Statistics of thermomagnetic breakdown in Nb superconducting films

As dissimilar as they might appear, lightning during a dielectric breakdown, failure of interconnects in integrated circuits, snow avalanches on mountain slopes, or popcorn explosion share a common physics ground corresponding to the triggering of a catastrophic event when a threshold stress is exceeded. Interestingly, even if the same experience is repeated under identical environmental conditions, the event will not happen at exactly the same threshold stress. The question as to whether the statistical distribution of this threshold stress follows a universal law for all phenomena is experimentally difficult to answer, since exceeding the threshold point brings along dramatic consequences leading to irreversible changes in the system. Remarkably, superconducting materials offer a unique opportunity to investigate the statistical distribution of similar catastrophic events consisting of non-destructive magnetic flux avalanches in the same sample and thus ruling out the spreading factors associated to unavoidable uncontrollable variations in the replicas of the system.

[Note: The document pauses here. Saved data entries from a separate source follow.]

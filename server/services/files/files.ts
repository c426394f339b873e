import { and, asc, eq, isNull } from 'drizzle-orm'
import { alias } from 'drizzle-orm/mysql-core'
import { arrays, chips, fabSteps, files, measurementSessions, users, wafers, type User } from '../../db/schema/index'
import type { Db } from '../../db/client'
import type { StoredFile } from '../../../shared/records'
import type { FileUploadInput } from '../../../shared/schemas/measurements'
import type { FileStorage } from './storage'
import { writeAudit } from '../audit/audit'
import { checkContent, downsample, isImageMime, readDataTable, sanitizeFileName } from './file-types'
import { AppError, BadRequestError, ForbiddenError, NotFoundError, fieldError } from '../../errors'
import { defineAbilityFor, fileSubject } from '../../../shared/abilities'

/**
 * Uploaded files (SEM images, spectra, sweeps, camera images) attached to a record. The bytes go
 * to the content-addressed FileStorage unchanged; the row keeps who/when, the checked type and the
 * sanitised original name. Files are retired with a reason, never deleted.
 */
export const MAX_UPLOAD_BYTES = 25 * 1024 * 1024

const ENTITY_TABLES = {
  wafer: wafers,
  chip: chips,
  fab_step: fabSteps,
  array: arrays,
  session: measurementSessions,
} as const
const ENTITY_WORDS = {
  wafer: 'wafer',
  chip: 'chip',
  fab_step: 'fabrication step',
  array: 'array',
  session: 'measurement session',
} as const

type Row = typeof files.$inferSelect
const uploaders = alias(users, 'uploaders')

const hasPreview = (r: Pick<Row, 'mime' | 'kind'>) => isImageMime(r.mime) || r.mime === 'text/csv'

function toStoredFile(r: Row, uploader: { id: number; name: string }): StoredFile {
  return {
    id: r.id,
    sha256: r.sha256,
    originalName: r.originalName,
    mime: r.mime,
    sizeBytes: r.sizeBytes,
    kind: r.kind,
    entity: r.entity,
    entityId: r.entityId,
    uploadedBy: uploader,
    uploadedAt: r.uploadedAt.toISOString(),
    hasPreview: hasPreview(r),
  }
}

async function checkEntity(db: Db, entity: FileUploadInput['entity'], id: number): Promise<void> {
  const table = ENTITY_TABLES[entity]
  const [row] = await db.select({ id: table.id }).from(table).where(eq(table.id, id))
  if (!row) throw fieldError('entityId', `No such ${ENTITY_WORDS[entity]}`)
}

export interface Upload {
  buffer: Buffer
  originalName: string | undefined
}

/** Check the content, store the bytes (once per content) and record the file with an audit row. */
export async function uploadFile(
  db: Db,
  storage: FileStorage,
  actor: User,
  input: FileUploadInput,
  upload: Upload | undefined,
): Promise<StoredFile> {
  if (!upload) throw fieldError('file', 'Choose a file to upload')
  if (upload.buffer.length > MAX_UPLOAD_BYTES) throw fieldError('file', 'The file is larger than 25 MB')
  const mime = checkContent(upload.buffer, input.kind)
  if (isImageMime(mime)) await checkImage(upload.buffer)
  await checkEntity(db, input.entity, input.entityId)
  const { sha256, sizeBytes } = await storage.put(upload.buffer)
  const originalName = sanitizeFileName(upload.originalName)
  const id = await db.transaction(async (tx) => {
    const values = {
      sha256,
      originalName,
      mime,
      sizeBytes,
      kind: input.kind,
      entity: input.entity,
      entityId: input.entityId,
      uploadedBy: actor.id,
    }
    const [{ id }] = await tx.insert(files).values(values).$returningId()
    const changes = Object.fromEntries(Object.entries(values).map(([k, v]) => [k, { from: null, to: v }]))
    await writeAudit(tx, { userId: actor.id, entity: 'file', entityId: id, action: 'create', changes })
    return id
  })
  return getFile(db, id)
}

export async function getFile(db: Db, id: number): Promise<StoredFile> {
  const [r] = await db
    .select({ f: files, u: { id: uploaders.id, name: uploaders.name } })
    .from(files)
    .innerJoin(uploaders, eq(uploaders.id, files.uploadedBy))
    .where(eq(files.id, id))
  if (!r) throw new NotFoundError('No such file')
  return toStoredFile(r.f, r.u)
}

export async function listFiles(
  db: Db,
  entity: string,
  entityId: number,
  includeRetired = false,
): Promise<StoredFile[]> {
  const rows = await db
    .select({ f: files, u: { id: uploaders.id, name: uploaders.name } })
    .from(files)
    .innerJoin(uploaders, eq(uploaders.id, files.uploadedBy))
    .where(
      and(eq(files.entity, entity), eq(files.entityId, entityId), includeRetired ? undefined : isNull(files.retiredAt)),
    )
    .orderBy(asc(files.uploadedAt), asc(files.id))
  return rows.map((r) => toStoredFile(r.f, r.u))
}

/** The stored bytes of a file as a stream, with its row (for download). */
export async function openFile(db: Db, storage: FileStorage, id: number) {
  const file = await getFile(db, id)
  if (!(await storage.has(file.sha256)))
    throw new NotFoundError('The stored content of this file is missing; restore it from the back-up.')
  return { file, stream: await storage.get(file.sha256) }
}

class UnprocessableError extends AppError {
  constructor(message: string) {
    super(422, 'unprocessable', message)
  }
}

export type Preview =
  | { type: 'image'; mime: string; body: Buffer }
  | { type: 'table'; body: { columns: string[]; points: [number, number][]; skipped: number } }

/** Longest side of an image preview, in pixels. */
export const PREVIEW_PX = 1600
/** Largest image accepted, in pixels (width × height): decoding one needs memory in proportion. */
export const MAX_IMAGE_PIXELS = 100_000_000

/** sharp (libvips) is loaded on first use only: most requests never touch an image. */
async function loadSharp() {
  return (await import('sharp')).default
}

/**
 * Decode an uploaded image, not just its magic number: its header must give a size of at most
 * MAX_IMAGE_PIXELS, and the whole first page must decode (a cut-off or corrupt file is refused).
 */
async function checkImage(buffer: Buffer): Promise<void> {
  const sharp = await loadSharp()
  const unreadable =
    'The file could not be read as a whole image (it may be cut off or damaged); upload the original file again'
  let meta: { width?: number; height?: number }
  try {
    meta = await sharp(buffer, { limitInputPixels: false }).metadata()
  } catch {
    throw fieldError('file', unreadable)
  }
  const { width = 0, height = 0 } = meta
  if (!width || !height) throw fieldError('file', unreadable)
  if (width * height > MAX_IMAGE_PIXELS) {
    throw fieldError(
      'file',
      `The image is ${width} × ${height} pixels (${Math.round((width * height) / 1e6)} megapixels); images up to ${MAX_IMAGE_PIXELS / 1e6} megapixels are accepted: scale it down or crop it first`,
    )
  }
  try {
    // Decoding to a small thumbnail reads every pixel row; 'truncated' refuses a file that ends early.
    await sharp(buffer, { limitInputPixels: MAX_IMAGE_PIXELS, pages: 1, failOn: 'truncated' })
      .resize(64, 64, { fit: 'inside', withoutEnlargement: true })
      .raw()
      .toBuffer()
  } catch {
    throw fieldError('file', unreadable)
  }
}

/**
 * A preview: images scaled down with sharp to ≤ PREVIEW_PX on the longest side and re-encoded as PNG
 * (which also drops metadata), never the original bytes; CSV tables as points of the first two
 * columns, at most 2000, for the client's plot.
 */
export async function previewFile(db: Db, storage: FileStorage, id: number): Promise<Preview> {
  const file = await getFile(db, id)
  if (!file.hasPreview) throw new NotFoundError('This file has no preview; download it instead.')
  const data = await storage.read(file.sha256)
  if (file.mime === 'text/csv') {
    const t = readDataTable(data.toString('utf8'))
    const points = (t?.rows ?? [])
      .filter((r) => Number.isFinite(r[0]) && Number.isFinite(r[1]))
      .map((r): [number, number] => [r[0], r[1]])
    return {
      type: 'table',
      body: { columns: t?.columns.slice(0, 2) ?? [], points: downsample(points), skipped: t?.skipped.length ?? 0 },
    }
  }
  const sharp = await loadSharp()
  try {
    const body = await sharp(data, { limitInputPixels: MAX_IMAGE_PIXELS, pages: 1 })
      .rotate()
      .resize({ width: PREVIEW_PX, height: PREVIEW_PX, fit: 'inside', withoutEnlargement: true })
      .png()
      .toBuffer()
    return { type: 'image', mime: 'image/png', body }
  } catch {
    // Never the original instead: it may be huge (an image stored before uploads were decoded).
    throw new UnprocessableError(
      `This image has no preview: it could not be read, or it is over ${MAX_IMAGE_PIXELS / 1e6} megapixels; download the original.`,
    )
  }
}

/**
 * Retire a file (hidden from lists, bytes kept): its uploader, a group lead or an administrator; the reason goes to the
 * audit row.
 */
export async function retireFile(db: Db, actor: User, id: number, reason: string): Promise<StoredFile> {
  await db.transaction(async (tx) => {
    const [f] = await tx.select().from(files).where(eq(files.id, id)).for('update')
    if (!f) throw new NotFoundError('No such file')
    if (!defineAbilityFor(actor).can('retire', fileSubject({ uploadedBy: { id: f.uploadedBy } }))) {
      throw new ForbiddenError(
        'Only the person who uploaded this file, a group lead or an administrator may retire it.',
      )
    }
    if (f.retiredAt) throw new BadRequestError('This file is already retired.')
    const now = new Date()
    await tx.update(files).set({ retiredAt: now }).where(eq(files.id, id))
    await writeAudit(tx, {
      userId: actor.id,
      entity: 'file',
      entityId: id,
      action: 'retire',
      changes: { retiredAt: { from: null, to: now.toISOString() } },
      reason,
    })
  })
  return getFile(db, id)
}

Using the magneto-optical imaging technique to record images of the magnetic field in a superconducting Nb sample, we cycled 2000 times the same thermomagnetic breakdown experiment under identical conditions. Based on this experience, we determined the probability density function of the threshold field of thermomagnetic breakdown and tracked its temperature dependence with unprecedented resolution. Strikingly, we identified a bimodal distribution of the threshold field, with a transition from filamentary to dendritic branching avalanches, representing a unique fingerprint associated to avalanches initiated by a thermomagnetic instability, with no counterpart in other catastrophic events such as earthquakes or granular avalanches.